Task to carry out: Copy out each line featuring the string "return" from the entries beneath.

(Saved data entries)
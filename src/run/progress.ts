/**
 * Progress on stderr: a redrawn bar with rate and time left on a terminal, a plain line every
 * few seconds otherwise (log files, batch schedulers).
 */

export interface ProgressSink {
  /**
   * Rows taken over from an interrupted run (`--resume`): counted as done but not as computed, so
   * the rate and the time left come from the rows this process computes. Call before the first update.
   */
  replayed?(rows: number): void;
  update(doneRows: number): void;
  finish(doneRows: number): void;
}

export function formatDuration(seconds: number): string {
  if (!Number.isFinite(seconds) || seconds < 0) return '--:--';
  const s = Math.round(seconds);
  const h = Math.floor(s / 3600);
  const m = Math.floor((s % 3600) / 60);
  const sec = s % 60;
  const mm = String(m).padStart(2, '0');
  const ss = String(sec).padStart(2, '0');
  return h > 0 ? `${h}:${mm}:${ss}` : `${mm}:${ss}`;
}

const fmtInt = (n: number): string => Math.round(n).toLocaleString('en-US');

export interface ProgressOptions {
  readonly totalRows: number;
  /** rows already done before this process started (resume) */
  readonly startRows: number;
  readonly stream: NodeJS.WriteStream;
  /** seconds between plain lines when the stream is not a terminal */
  readonly lineIntervalS?: number;
}

export function createProgress(opts: ProgressOptions): ProgressSink {
  const isTty = opts.stream.isTTY === true;
  let t0 = performance.now();
  let startRows = opts.startRows;
  const interval = (opts.lineIntervalS ?? 5) * 1000;
  let lastDraw = 0;
  const describe = (done: number): { pct: number; rate: number; eta: number } => {
    const elapsed = (performance.now() - t0) / 1000;
    const fresh = done - startRows;
    const rate = elapsed > 0 ? fresh / elapsed : 0;
    const remaining = opts.totalRows - done;
    return { pct: opts.totalRows > 0 ? (100 * done) / opts.totalRows : 100, rate, eta: rate > 0 ? remaining / rate : Infinity };
  };
  const draw = (done: number, final: boolean): void => {
    const { pct, rate, eta } = describe(done);
    if (isTty) {
      const width = 28;
      const filled = Math.round((width * pct) / 100);
      const bar = '#'.repeat(filled) + '-'.repeat(width - filled);
      const kept = startRows > 0 ? ` (${fmtInt(startRows)} resumed)` : '';
      opts.stream.write(
        `\r[${bar}] ${pct.toFixed(1).padStart(5)}% ${fmtInt(done)}/${fmtInt(opts.totalRows)} rows${kept}  ${fmtInt(rate)} columns/s  left ${formatDuration(eta)}${final ? '\n' : ''}`,
      );
    } else {
      const kept = startRows > 0 ? `, ${fmtInt(startRows)} resumed` : '';
      opts.stream.write(
        `progress: ${fmtInt(done)}/${fmtInt(opts.totalRows)} rows (${pct.toFixed(1)}%${kept}), ${fmtInt(rate)} columns/s, time left ${formatDuration(eta)}\n`,
      );
    }
  };
  return {
    replayed(rows: number): void {
      startRows = opts.startRows + rows;
      t0 = performance.now();
    },
    update(done: number): void {
      const now = performance.now();
      if (now - lastDraw < (isTty ? 100 : interval)) return;
      lastDraw = now;
      draw(done, false);
    },
    finish(done: number): void {
      draw(done, true);
    },
  };
}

Answer area:
  if (!Number.isFinite(seconds) || seconds < 0) return '--:--';
  return h > 0 ? `${h}:${mm}:${ss}` : `${mm}:${ss}`;
    return { pct: opts.totalRows > 0 ? (100 * done) / opts.totalRows : 100, rate, eta: rate > 0 ? remaining / rate : Infinity };
  return {
      if (now - lastDraw < (isTty ? 100 : interval)) return;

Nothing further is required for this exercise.